Chega a dizer que o ganho fiscal de R$ 20 bilhões será conseguido com apenas 31 das 51 medidas. Computando todas as decisões, o banco diz que o ganho pode chegar a R$ 30 bilhões.
O relatório apresenta ainda quatro fatores que descartariam uma desvalorização do real no curto prazo. O último e mais importante diz que o Brasil ainda não esgotou seu arsenal de medidas contra a desvalorização do real, que inclui reservas de US$ 52 bilhões a US$ 55 bilhões, um plano de privatização de US$ 69,9 bilhões nos próximos dois anos, outras medidas na área fiscal e até um acordo com o FMI como um último recurso.
IR de 35%
A reconstituição da montagem do pacote fiscal mostra que o polêmico aumento do IR só apareceu nas vésperas do anúncio das medidas e com uma alíquota bem maior do que a divulgada.
O governo começou a trabalhar no ajuste fiscal antes de a Bolsa de Hong Kong despencar 10,4%, em 23 de outubro. O alerta soou quando Filipinas, Malásia e Indonésia desvalorizaram suas moedas no rastro da crise que atingiu a Tailândia em julho.
FHC foi apresentado à primeira versão do pacote fiscal no dia 3 de novembro, uma segunda-feira. Na sexta-feira anterior, o BC já havia dobrado suas taxas de juros para conter a especulação contra o real.
A primeira versão não incluía o aumento do IR. Mas surgiu durante a reunião do presidente com seus ministros, na forma de uma nova alíquota, de 35%.
Novidades
Outras três novidades tributárias chegaram a ser discutidas, como a cobrança de impostos sobre grandes fortunas, heranças e combustíveis. As duas primeiras foram descartadas, e a terceira, convertida no reajuste dos combustíveis.

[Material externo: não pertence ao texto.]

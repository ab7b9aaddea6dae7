/* src/dict.c - the command dictionary: from the document tree to the model, with every rule
 * of the dictionary tree of docs/spec/dictionary.md checked. The link section and the rules
 * that depend on its profile (addresses, opcodes, argument room, the link's canonical form)
 * are the profile's dictionary operations (ulk/profile.h; src/profiles/<name>/<name>_dict.c), which
 * work through this loader's helpers (dict_build.h).
 *
 * Why one pass that keeps going: an operator fixing a dictionary wants every problem in one
 * run, each pointing at its line. So each section is read into the model as far as it can
 * be, a broken field is reported and left "unknown", and rules that depend on it are
 * skipped rather than reported twice. The loader returns a model only when no error was
 * found.
 *
 * The model's strings live in an arena owned by the dictionary (one free for all), and the
 * document tree is dropped after loading, so a large dictionary costs little once loaded.
 * Lookups by mnemonic and by (system address, opcode) use sorted indexes built here.
 */
#include <ctype.h>
#include <float.h>
#include <math.h>
#include <stdarg.h>
#include <stdio.h>
#include <stdlib.h>
#include <string.h>

#include <openssl/evp.h>

#include "carrier_load.h"
#include "doc.h"
#include "exact.h"
#include "dict_build.h"
#include "ulk/dict.h"
#include "ulk/profile.h"
#include "text.h"
#include "util.h"

/* ---------------------------------------------------------------- arena */

typedef struct ablk {
    struct ablk *next;
    size_t used, cap;
    max_align_t data[];
} ablk;

typedef struct {
    ulk_dict pub;            /* first: a ulk_dict * is a dict_impl * */
    ablk *arena;
    int *by_mnemonic;        /* command indexes sorted by mnemonic */
    int *by_opcode;          /* command indexes sorted by (system address, opcode) */
    ulk_carrier *carrier;    /* the `carrier` section, NULL when absent (src/carrier_load.c) */
} dict_impl;

static void *arena_alloc(dict_impl *di, size_t n)
{
    n = (n + sizeof(max_align_t) - 1) / sizeof(max_align_t) * sizeof(max_align_t);
    if (n == 0) n = sizeof(max_align_t);
    ablk *b = di->arena;
    if (!b || b->cap - b->used < n) {
        size_t cap = n > 60000 ? n : 60000;
        b = ulk_malloc(sizeof(ablk) + cap);
        if (!b) return NULL;
        b->next = di->arena;
        b->used = 0;
        b->cap = cap;
        di->arena = b;
    }
    void *p = (char *)b->data + b->used;
    b->used += n;
    memset(p, 0, n);
    return p;
}

static char *arena_strdup(dict_impl *di, const char *s)
{
    if (!s) return NULL;
    size_t n = strlen(s);
    char *p = arena_alloc(di, n + 1);
    if (p) memcpy(p, s, n + 1);
    return p;
}

void ulk_dict_destroy(ulk_dict *d)
{
    if (!d) return;
    dict_impl *di = (dict_impl *)d;
    for (ablk *b = di->arena, *nx; b; b = nx) {
        nx = b->next;
        ulk_free(b);
    }
    ulk_free(di->by_mnemonic);
    ulk_free(di->by_opcode);
    ulk_carrier_destroy(di->carrier);
    ulk_free(di);
}

const ulk_carrier *ulk_dict_carrier(const ulk_dict *d)
{
    return d ? ((const dict_impl *)d)->carrier : NULL;
}

ulk_carrier *ulk_dict_take_carrier(ulk_dict *d)
{
    if (!d) return NULL;
    dict_impl *di = (dict_impl *)d;
    ulk_carrier *c = di->carrier;
    di->carrier = NULL;
    return c;
}

/* A number as messages and the canonical form write it: the library's one formatter
 * (ulk_fmt_double: whole numbers below 2^53 in plain digits, else the shortest round trip),
 * with -0 written as 0. This is also how Python's json module writes the same value (int, or
 * repr of a float), which the canonical-form test relies on. */
static void fmt_num(double v, char *buf, size_t len) { ulk_fmt_double(v == 0.0 ? 0.0 : v, buf, len); }

/* ---------------------------------------------------------------- build context */

typedef struct ulk_dict_build {
    dict_impl *di;
    ulk_dict *d;
    ulk_doc *doc;
    ulk_diag *diag;
    int oom;
    /* The link's profile: the one its `profile:` names, else the first registered one (its
     * rules for systems and commands apply to a dictionary whose link section is broken). */
    const ulk_profile_ops *prof;
    /* What the profile's link_parse found valid, for its checks of systems and commands
     * (ulk_db_state; zero: nothing known, so dependent rules are skipped). */
    max_align_t state[(ULK_DB_STATE_OCTETS + sizeof(max_align_t) - 1) / sizeof(max_align_t)];
} bctx;

static void vfinding(bctx *c, ulk_severity sev, ulk_node *n, const char *fmt, va_list ap)
{
    ulk_loc l = ulk_node_loc(c->doc, n);
    ulk_diag_vadd(c->diag, sev, &l, fmt, ap);
}

static void err(bctx *c, ulk_node *n, const char *fmt, ...) __attribute__((format(printf, 3, 4)));
static void err(bctx *c, ulk_node *n, const char *fmt, ...)
{
    va_list ap;
    va_start(ap, fmt);
    vfinding(c, ULK_SEV_ERROR, n, fmt, ap);
    va_end(ap);
}

static void warn(bctx *c, ulk_node *n, const char *fmt, ...) __attribute__((format(printf, 3, 4)));
static void warn(bctx *c, ulk_node *n, const char *fmt, ...)
{
    va_list ap;
    va_start(ap, fmt);
    vfinding(c, ULK_SEV_WARNING, n, fmt, ap);
    va_end(ap);
}

/* A model location: file and path copied into the arena, so they outlive the tree. */
static ulk_loc model_loc(bctx *c, ulk_node *n)
{
    ulk_loc l = {c->d->file, n ? n->line : 0, n ? n->col : 0, NULL};
    if (n) {
        l.path = arena_strdup(c->di, ulk_node_path(n));
        if (!l.path) c->oom = 1;
    }
    return l;
}

static char *adup(bctx *c, const char *s)
{
    char *p = arena_strdup(c->di, s);
    if (!p && s) c->oom = 1;
    return p;
}

/* ---------------------------------------------------------------- shape helpers */

static int want_map(bctx *c, ulk_node *n, const char *what)
{
    if (n && n->kind == ULK_NODE_MAP) return 1;
    err(c, n, "%s must be a mapping, not %s", what, ulk_node_type_name(n));
    return 0;
}

static int want_seq(bctx *c, ulk_node *n, const char *what)
{
    if (n && n->kind == ULK_NODE_SEQ) return 1;
    err(c, n, "%s must be a list, not %s", what, ulk_node_type_name(n));
    return 0;
}
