int ulk_compile(const ulk_dict *d, const ulk_cmdlist *l, ulk_upload **out, ulk_diag *diag)
{
    *out = NULL;
    if (!d || !l) return ulk_fail(diag, ULK_EINVAL, "compile: no dictionary or no command list");
    size_t errors = l->n_errors;
    int status = 0;
    const ulk_link *lk = &d->link;
    const ulk_profile_ops *prof = ulk_profile_ops_for(lk->profile);
    if (!prof) return ulk_fail(diag, ULK_EINVAL, "compile: unknown link profile");
    ulk_upload *u = ulk_calloc(1, sizeof *u);
    mtab mt = {0};
    const char **mn = NULL;
    void *enc = NULL;
    /* Packed argument bits, one per octet: D for the sub-bit profile, up to a whole TC frame. */
    size_t max_arg_bits = prof->max_arg_bits(lk);
    uint8_t *abits = ulk_malloc(max_arg_bits + 1);
    if (!u || !abits || mtab_init(&mt, d) < 0 || prof->encoder_create(lk, &enc) < 0) { status = ULK_ENOMEM; goto done; }
    u->format_version = ULK_UPLOAD_FORMAT_VERSION;
    u->dict_name = ulk_strdup(d->name ? d->name : "");
    u->dict_version = ulk_strdup(d->version ? d->version : "");
    u->source = ulk_strdup(base_name(l->file ? l->file : "<list>"));
    memcpy(u->dict_sha256, d->sha256, sizeof u->dict_sha256);
    u->dict_sha256[64] = 0;
    u->link = *lk;
    u->wait_after = ulk_ratio_make(0, 1);
    if (!u->dict_name || !u->dict_version || !u->source) { status = ULK_ENOMEM; goto done; }
    if (l->n_commands > ULK_UPLOAD_MAX_CMDS) {
        status = ulk_fail(diag, ULK_ELIMIT, "%s: %zu commands; the limit is %u", l->file, l->n_commands,
                          ULK_UPLOAD_MAX_CMDS);
        goto done;
    }
    if (l->n_commands) {
        u->cmds = ulk_calloc(l->n_commands, sizeof *u->cmds);
        if (!u->cmds) { status = ULK_ENOMEM; goto done; }
    }
    mn = ulk_calloc((size_t)d->n_commands + 1, sizeof *mn);
    if (!mn) { status = ULK_ENOMEM; goto done; }
    for (int i = 0; i < d->n_commands; i++) mn[i] = d->commands[i].mnemonic;

    ulk_ratio pending = ulk_ratio_make(0, 1);
    int pending_line = 0;
    char err[1400];
    for (size_t ii = 0; ii < l->n_items; ii++) {
        const ulk_cl_item *it = &l->items[ii];
        ulk_loc loc = {l->file, it->line, it->col, NULL};
        if (it->kind == ULK_CL_WAIT) {
            ulk_ratio sum;
            if (ratio_add(pending, it->wait_s, &sum) < 0 ||
                sum.num / sum.den > ULK_CMDLIST_MAX_WAIT_S || (sum.num / sum.den == ULK_CMDLIST_MAX_WAIT_S && sum.num % sum.den)) {
                ulk_diag_add(diag, ULK_SEV_ERROR, &loc,
                             "the waits before one word add up to more than the limit of %d s",
                             ULK_CMDLIST_MAX_WAIT_S);
                errors++;
            } else {
                pending = sum;
                if (!pending_line) pending_line = it->line;
            }
            continue;
        }
        ulk_ratio wait = pending;
        pending = ulk_ratio_make(0, 1);
        pending_line = 0;
        const ulk_command *c = mtab_find(&mt, it->mnemonic);
        if (!c) {
            const char *sug = ulk_suggest(it->mnemonic, mn, (size_t)d->n_commands);
            if (sug)
                ulk_diag_add(diag, ULK_SEV_ERROR, &loc, "unknown command '%.80s' (did you mean '%s'?)", it->mnemonic, sug);
            else
                ulk_diag_add(diag, ULK_SEV_ERROR, &loc, "unknown command '%.80s' in dictionary %s", it->mnemonic,
                             d->name ? d->name : "");
            errors++;
            continue;
        }
        int bad = 0;
        if (c->n_args > 64 || c->system_index < 0 || c->system_index >= d->n_systems) {
            ulk_diag_add(diag, ULK_SEV_ERROR, &loc, "command %s cannot be compiled: its dictionary entry is unusable",
                         c->mnemonic);
            errors++;
            continue;
        }
        ulk_argval vals[64];
        bad |= resolve_args(l, it, c, vals, diag);
        /* pack the arguments in dictionary order (the profile pads: zeros up to D, or to an octet) */
        size_t pos = 0;
        for (int j = 0; j < c->n_args && !bad; j++) {
            int w = c->args[j].bits;
            if (w < 1 || w > 64 || pos + (size_t)w > max_arg_bits) {
                char room[128];
                prof->arg_room(lk, room, sizeof room);
                ulk_diag_add(diag, ULK_SEV_ERROR, &loc, "%s: its arguments do not fit %s", c->mnemonic, room);
                bad = 1;
                break;
            }
            for (int b = 0; b < w; b++) abits[pos + b] = (uint8_t)((vals[j].raw >> (w - 1 - b)) & 1u);
            pos += (size_t)w;
        }
        if (bad) { errors++; continue; }
        if (errors) continue; /* no output will be made: only look for more errors */
        ulk_upload_cmd *uc = &u->cmds[u->n_cmds];
        uint64_t need = 0;
        if (ulk_wait_patterns(wait, prof->filler_rate(lk), &need) < 0) {
            ulk_diag_add(diag, ULK_SEV_ERROR, &loc, "the wait before %s is too long", c->mnemonic);
            errors++;
            continue;
        }
        uint64_t base = prof->gap_units(lk, u->n_cmds == 0 ? ULK_GAP_FIRST : ULK_GAP_BETWEEN);
        uc->idles_before = need > base ? need : base;
        uc->wait_before = wait;
        uc->wait_before_s = ulk_ratio_to_double(wait);
        uc->line = it->line;
        uc->critical = c->critical;
        uc->system_addr = d->systems[c->system_index].address;
        uc->opcode = c->opcode;
        ulk_unit_request req = {uc->system_addr, uc->opcode, abits, pos};
        int erc = prof->encode(enc, &req, uc, err, sizeof err);
        if (erc == ULK_ENOMEM) { status = ULK_ENOMEM; goto done; }
        u->n_cmds++; /* counted from here on, so that destroy frees what encode made */
        if (erc < 0) {
            ulk_diag_add(diag, ULK_SEV_ERROR, &loc, "%s: %s", c->mnemonic, err);
            errors++;
            continue;
        }
        if (fill_cmd(uc, d, c, vals) < 0) { status = ULK_ENOMEM; goto done; }
    }
    u->wait_after = pending;
    u->wait_after_s = ulk_ratio_to_double(pending);
    errors += set_postamble(u, prof, pending, l->file, pending_line, diag);
    if (l->n_commands == 0) {
        ulk_loc loc = {l->file, 0, 0, NULL};
        ulk_diag_add(diag, ULK_SEV_ERROR, &loc, "the command list has no commands; an empty upload is refused");
        errors++;
    }
    if (errors) status = ULK_EPARSE;
done:
    if (status == ULK_ENOMEM) ulk_fail(diag, ULK_ENOMEM, "%s: out of memory while compiling", l->file);
    ulk_free(mt.slot);
    ulk_free(mn);
    ulk_free(abits);
    if (prof) prof->encoder_destroy(enc);
    if (status < 0) {
        ulk_upload_destroy(u);
        return status;
    }
    *out = u;
    return 0;
}
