int ulk_arg_from_text(const ulk_arg *a, const char *text, double scale, ulk_argval *out, char *err,
                      size_t errlen)
{
    if (!a || !text || !out) { seterr(err, errlen, "no value"); return ULK_EPARSE; }
    out->raw = 0;
    out->eng = 0;
    if (a->type == ULK_ARG_BOOLEAN) {
        static const char *t[] = {"true", "on", "yes", "1"}, *f[] = {"false", "off", "no", "0"};
        for (int i = 0; i < 4; i++) {
            if (eq_nocase(text, t[i])) { out->raw = 1; out->eng = 1; return 0; }
            if (eq_nocase(text, f[i])) { out->raw = 0; out->eng = 0; return 0; }
        }
        seterr(err, errlen, "'%.60s' is not a boolean (expected true/false, on/off, yes/no or 1/0)", text);
        return ULK_EPARSE;
    }
    if (a->type == ULK_ARG_ENUM) {
        for (int i = 0; i < a->n_values; i++)
            if (a->values[i].label && !strcmp(a->values[i].label, text)) {
                out->raw = (uint64_t)a->values[i].code & mask_bits(a->bits);
                out->eng = (double)a->values[i].code;
                return 0;
            }
        const char *cands[256];
        size_t nc = 0;
        for (int i = 0; i < a->n_values && nc < 256; i++) cands[nc++] = a->values[i].label;
        const char *sug = ulk_suggest(text, cands, nc);
        if (sug)
            seterr(err, errlen, "no label '%.60s' for argument '%s' (did you mean '%s'?)", text, a->name, sug);
        else {
            char list[300] = "";
            size_t used = 0;
            for (int i = 0; i < a->n_values && used + 40 < sizeof list; i++)
                used += (size_t)snprintf(list + used, sizeof list - used, "%s%s", i ? ", " : "", a->values[i].label);
            seterr(err, errlen, "no label '%.60s' for argument '%s' (labels: %s)", text, a->name, list);
        }
        return ULK_EPARSE;
    }
    if (a->bits < 1 || a->bits > 64 || (a->type == ULK_ARG_FLOAT32 && a->bits != 32)) {
        seterr(err, errlen, "argument '%s' has an unusable width of %d bits", a->name ? a->name : "?", a->bits);
        return ULK_EPARSE;
    }
    num_t x;
    mpq_init(x.q);
    int rc = convert_number(a, text, scale, &x, out, err, errlen);
    mpq_clear(x.q);
    return rc;
}

static int64_t sign_extend(uint64_t raw, int bits)
{
    if (bits >= 64) return (int64_t)raw;
    uint64_t m = (uint64_t)1 << (bits - 1);
    raw &= mask_bits(bits);
    return (int64_t)((raw ^ m) - m);
}
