/* A range end is inside the range, whatever its binary rounding: 0.3 as a double is
 * 0.29999999999999998889776975, below the decimal 0.3. */
static void test_range_end_written(void **st)
{
    (void)st;
    ulk_arg a = mk(ULK_ARG_UNSIGNED, 8);
    a.cal = ULK_CAL_LINEAR;
    a.cal_scale = 0.1;
    a.cal_scale_text = "0.1";
    a.has_range = 1;
    a.range_min = 0;
    a.range_max = 0.3;
    a.range_min_text = "0";
    a.range_max_text = "0.3";
    const row_t rr[] = {{"range_max_as_written", "0.3", 1, 1, 3, NULL},
                        {"range_max_plus_tiny", "0.30000000000000000001", 1, 0, 0, "outside the range [0, 0.3]"}};
    run_rows(&a, rr, 2);
    ulk_arg f = mk(ULK_ARG_FLOAT32, 32);
    f.has_range = 1;
    f.range_min = -3.4e38;
    f.range_max = 3.4e38;
    f.range_min_text = "-3.4e38";
    f.range_max_text = "3.4e38";
    const row_t fr[] = {{"f32_bound_top", "3.4e38", 1, 1, 0x7f7fc99e, NULL},
                        {"f32_bound_bottom", "-3.4e38", 1, 1, 0xff7fc99e, NULL},
                        {"f32_bound_scientific", "340000000000000000000000000000000000000", 1, 1, 0x7f7fc99e, NULL},
                        {"f32_beyond_bound", "3.4000000000000000001e38", 1, 0, 0, "outside the range"}};
    run_rows(&f, fr, 4);
    /* no texts (a model built in code): the doubles' shortest decimals, so the same */
    f.range_min_text = f.range_max_text = NULL;
    run_rows(&f, fr, 4);
}

/* A polynomial, exact: f(r) = 0.5 + 0.25 r + 1e-20 r^2 (8 bits). Between raw 0 (0.5) and raw 1
 * (0.75 + 1e-20) the midpoint is 0.625 + 5e-21. */
static void test_polynomial_exact_tie(void **st)
{
    (void)st;
    ulk_arg a = mk(ULK_ARG_UNSIGNED, 8);
    double c[3] = {0.5, 0.25, 1e-20};
    char *ct[3] = {"0.5", "0.25", "1e-20"};
    a.cal = ULK_CAL_POLY;
    a.poly = c;
    a.poly_text = ct;
    a.n_poly = 3;
    const row_t pr[] = {{"poly_midpoint_tie", "0.625000000000000000005", 1, 1, 0, NULL},
                        {"poly_above_midpoint", "0.6250000000000000000050000001", 1, 1, 1, NULL},
                        {"poly_decimal_of_midpoint_double", "0.625", 1, 1, 0, NULL}};
    run_rows(&a, pr, 3);
}
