"""Captures: what each held note did, kept once it is over.

A *capture* sums up the steady state of one held note: its median corrected cents, how much
its frames spread, its level and harmonic balance, the settings it was measured under, and how
much louder it could be blown before it broke into the next register (when that was seen).

One capture per held note and pass (defaults of :class:`CaptureThresholds`):

* a *held note* is cut by the one rule of :mod:`bench.segment` (:class:`~bench.segment.NoteSegmenter`,
  keyed on the fingered note and the settings); it is judged when it ends;
* a capture describes the *fingered* note. When the held note broke into another register
  (the register monitor's "jumped" state: overblown or vented while the fingering was held),
  the capture stays under the fingered note, marked with the jump kind and the mode it
  sounded in, its cents from the steady part before the break (the frames from
  :data:`~bench.segment.GAP_S` before the break and the "weakening" that announced it are left
  out); without a steady part before the break its cents are empty. Frames of another
  sounding note or mode inside the held note (an octave slip) are left out;
* the steady part runs from the end of the attack to the release, judged by what the signal
  does, not by fixed times (:func:`find_steady_part`): the release is trimmed where the level
  falls fast, the attack where the level still rises fast and where the pitch has not yet
  settled on the note's later median (a decaying overshoot, the upper harmonics speaking
  first, the chiff), judged on a running median of five frames so that the few cents of
  frame-to-frame noise of a room or a breath do not cut the note;
* its cents are the median of the steady part, its spread the scaled median absolute
  deviation ``1.4826 * median(|c - median(c)|)`` (a robust standard deviation, equal to σ for
  normal data; scipy.stats.median_abs_deviation with ``scale="normal"``): a slow breath
  wander and a light vibrato widen the spread without moving the median far;
* a steady part whose level climbs faster than ``max_level_drift_db_per_s`` (a crescendo)
  keeps only its start, at the level the note was played at;
* no capture, with the reason kept (:attr:`CaptureDetector.last_skip`,
  :attr:`CaptureDetector.skips`): too short (a steady part under ``settle_s``), unsteady (the
  pitch never settled, or spread over ``max_spread_cents``), or locked to another note (a
  locked capture further than ``max_offset_cents`` from the locked note: no fingering of it
  sounds there). Held notes shorter than :data:`~bench.segment.MIN_NOTE_S` are blips, not
  notes.

Register: the register the instrument profile gives the fingered note (without a profile, 1).

Register margin: when the held note broke by overblowing (the first "jumped" frame, e.g. at
the top of a crescendo), the margin of every capture of that note under the same settings --
before or after, and the broken capture itself -- is the newest break level minus the
capture's level, dB. The break level is read as in :mod:`bench.workflow.blowing` (median level
from 100 ms to 40 ms before the first jumped frame, or before the weakening that led to it).
A vented jump is a leak, not the top of the note's dynamic range: it gives no margin.

File format (``<log stem>.captures.csv`` beside the frame log), UTF-8 CSV with ``\\r\\n`` line
ends and a header row, columns :data:`CAPTURE_COLUMNS`; a row with an ``index`` seen before
replaces the earlier row (a margin learnt later). Every text cell is written through
:func:`bench.framelog.safe_cell`.
"""
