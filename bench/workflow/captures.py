"""Captures: what each note did, kept once it has settled.

A *capture* sums up one steady stretch of one note: its median corrected cents, how much the
frames spread, its level and harmonic balance, the settings it was measured under, and how
much louder it could be blown before it broke into the next register (when that was seen).

When is a note settled?  (defaults of :class:`CaptureThresholds`)

* a *run* is a sequence of voiced readings mapped to the same note, in the same sounding mode
  and under the same settings, cut by the held-note rule of :mod:`bench.segment` (a gap over
  :data:`~bench.segment.GAP_S`, 60 ms, beyond the spacing of the readings, or another note
  lasting :data:`~bench.segment.STRAY_S`; shorter strays are skipped);
* the first :data:`~bench.segment.ATTACK_S` (150 ms) of a run are the attack and are never used;
* the run is *settled* once every frame of the last ``settle_s`` (300 ms) lies within
  ``tolerance_cents`` (±3 c) of those frames' median; that median is the stretch's reference;
* the steady stretch goes on while frames stay within ±3 c of the reference (stray frames,
  off in pitch, are skipped for up to :data:`~bench.segment.GAP_S`); it ends when frames stay
  outside for that long, when the run ends, or when the sound stops. Its frames make one
  capture.

Spread is the scaled median absolute deviation of the stretch's corrected cents,
``1.4826 * median(|c - median(c)|)``: a robust estimate of the frame-to-frame standard
deviation (equals σ for normally distributed frames; scipy.stats.median_abs_deviation with
``scale="normal"``).

A crescendo or diminuendo is a blowing curve, not a capture: a stretch whose level changes
faster than ``max_level_drift_db_per_s`` (2 dB/s, least-squares slope of level against time)
is not captured automatically.

Register: when the frames are in a "jumped" state (the held note broke into another mode
while the same fingering was held), the sounding mode from the ratio of the sounding to the
held fundamental (2 octave, 3 twelfth ...); otherwise the register the instrument profile puts
the sounding note in (the player chose the fingering); without a profile, the mode if known,
else 1.

Register margin: when the held note broke into the next register (the first frame of a held
note whose register state is "jumped", e.g. at the top of a crescendo), the margin of every
capture of that note under the same settings -- before or after -- is the newest such break
level minus the capture's level, dB. The break level is read as in :mod:`bench.workflow.blowing` (median
level from 100 ms to 40 ms before the first jumped frame: the blowing level that broke the
note, clear of the change itself).

File format (``<log stem>.captures.csv`` beside the frame log), UTF-8 CSV with ``\\r\\n`` line
ends and a header row, columns :data:`CAPTURE_COLUMNS`; a row with an ``index`` seen before
replaces the earlier row (a margin learnt later). Every text cell is written through
:func:`bench.framelog.safe_cell`.
"""

from __future__ import annotations

import csv
import io
import math
import statistics
from collections import deque
from collections.abc import Iterable, Sequence
from dataclasses import dataclass, replace
from pathlib import Path
from typing import Literal, Self

from bench.errors import LogError
from bench.framelog import number_cell, safe_cell
from bench.reading import Reading, SettingsKey
from bench.segment import ATTACK_S, GAP_S, NoteSegmenter
from bench.workflow.blowing import LevelHistory, fit_line
from bench.workflow.profiles import InstrumentProfile

__all__ = [
    "CAPTURE_COLUMNS",
    "Capture",
    "CaptureDetector",
    "CaptureFile",
    "CaptureThresholds",
    "capture_from_points",
    "capture_row",
    "captures_from_readings",
    "captures_path_for",
    "read_captures",
    "scaled_mad",
    "write_captures",
]

CaptureSource = Literal["auto", "manual"]
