"""Blowing curve: how a note's pitch follows the level it is blown at, and where it breaks.

Blowing harder sharpens a duct flute; a crescendo (or the same note played at several
dynamics) shows by how much, in cents per dB, and at which level the note leaves its
register. Makers read the slope as the note's "pressure sensitivity" and the break level as
the top of its usable dynamic range.

Method
------
* The readings of one *held note* (cut by :class:`bench.segment.NoteSegmenter`, the rule every
  note-by-note consumer follows) form a run.
* The first :data:`bench.segment.ATTACK_S` of the run are left out, and so are the last :data:`GUARD_S` (60 ms)
  before the first frame whose register state is "jumped" (the change itself) or before the
  note ends (the release), and everything after the jump.
* Ordinary least squares of corrected cents against level (dBFS) over the frames that remain:
  ``slope = Sxy / Sxx``, standard error ``sqrt(sum(r**2) / (n - 2) / Sxx)`` -- the same as
  ``scipy.stats.linregress``. The standard error treats frames as independent; analysis
  frames overlap, so it is optimistic by roughly the square root of the overlap factor.
* Frames the register monitor marks "weakening" (the harmonics the next mode lacks fading
  before a break, which lowers the level) are left out of the fit.
* Break level: the median level of the held note's frames from 100 ms to 40 ms before the
  first "jumped" frame, or before the start of the weakening that led to it (a weakening
  drops the level several dB, and reading the level there put the break below the level the
  note was played at) -- the blowing level that broke the note, clear of the change itself
  (which takes some 30 ms and is smeared by the analysis window; an overblown break often steps
  the level up several dB). When no frame lies in that span, the last frame before the jump.
  In a crescendo of R dB/s this reads about 0.07 R dB low. ``jumped_level_dbfs`` is the level of
  the first jumped frame.
"""

from __future__ import annotations

import copy
import math
import statistics
from collections import deque
from collections.abc import Iterable
from dataclasses import dataclass

from bench.reading import Reading, SettingsKey
from bench.segment import ATTACK_S, NoteSegmenter
from bench.tuning.notes import note_name

__all__ = [
    "BlowingCurve",
    "BlowingCurveTracker",
    "blowing_curve",
    "find_blowing_curves",
    "fit_line",
]

GUARD_S = 0.06
"""Frames this close before a jump or the end of the note are left out of the fit, seconds."""

BREAK_LOOKBACK_S = (0.10, 0.04)
"""Span before the first jumped frame whose median level is the break level, seconds."""

MAX_KEPT_POINTS = 4000
"""Most (level, cents) points a curve keeps for plotting (the fit uses all)."""


@dataclass(frozen=True, slots=True)
class LineFit:
    """Least-squares line ``y = intercept + slope * x``."""

    slope: float
    intercept: float
    slope_se: float
    n: int


class LevelHistory:
    """Levels of the last few tenths of a second, to read the level just before a break.

    A break is often announced by a *weakening* (the harmonics the next mode lacks fade,
    which lowers the level by several dB before the jump): the break level is then read
    before the weakening began, where the player was still blowing the note.
    """

    def __init__(self, keep_s: float = 0.25) -> None:
        self.keep_s = keep_s
        self._items: deque[tuple[float, float]] = deque()
        self._weak_since: float | None = None

    def clear(self) -> None:
        self._items.clear()
        self._weak_since = None

    def add(self, time_s: float, level_dbfs: float, weakening: bool = False) -> None:
        """One frame's level; ``weakening``: the register monitor warns of a break."""
        if weakening:
            if self._weak_since is None:
                self._weak_since = time_s
            return  # the fading level is not the blowing level
        self._weak_since = None
        if not math.isfinite(level_dbfs):
            return
        self._items.append((time_s, level_dbfs))
        while self._items and self._items[0][0] < time_s - max(self.keep_s, 2.0):
            self._items.popleft()

    def break_level(self, jump_time_s: float) -> float | None:
        """Median level from 100 ms to 40 ms before ``jump_time_s`` -- or before the start of
        the weakening that led to it --; else the last level."""
        ref = self._weak_since if self._weak_since is not None else jump_time_s
        lo, hi = ref - BREAK_LOOKBACK_S[0], ref - BREAK_LOOKBACK_S[1]
        span = [lv for t, lv in self._items if lo - 1e-9 <= t <= hi + 1e-9]
        if span:
            return statistics.median(span)
        return self._items[-1][1] if self._items else None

Até aquele momento, o governo trabalhava com a expectativa de só anunciar o ajuste dez dias depois, quando a Câmara tivesse aprovado a reforma administrativa.
Uma nova queda nas Bolsas levou FHC a apressar o anúncio do pacote. Quando o presidente divulgou na Colômbia que medidas duras seriam baixadas na segunda-feira, dia 10 de novembro, a equipe econômica teve de correr contra o tempo. Foi obrigada a trabalhar durante todo o fim-de-semana, a tempo de submeter as medidas a FHC.
A proposta de aumento do IR tem pelo menos um defensor público, Fábio Giambiagi, gerente de macroeconomia do BNDES, ligado ao Ministério do Planejamento.
Apontado na Receita Federal como o pai da idéia, Giambiagi confirma apenas que escreveu dois artigos defendendo a proposta de adicional de 20%, e não de 10%.
"A proposta é altamente defensável. Afinal, é a classe média que mais se beneficia do gasto público. É ela que frequenta as universidades e se aposenta por tempo de serviço", afirma o economista.
Ele não livra, porém, os ministros da responsabilidade pela autoria da idéia. "Posso ter colocado a criança no ar ao escrever os artigos, mas não a vesti", diz.
Os ministros não acham relevante identificar o pai da idéia, já que ela não é inédita. Já foi patrocinada há quatro anos pelo próprio FHC, quando era ministro da Fazenda do governo Itamar Franco.
Naquela época, FHC enfrentou três meses de resistências e defendeu o aumento do IR com os mesmos argumentos ouvidos hoje: "Essa é uma pequena contribuição do conjunto da sociedade".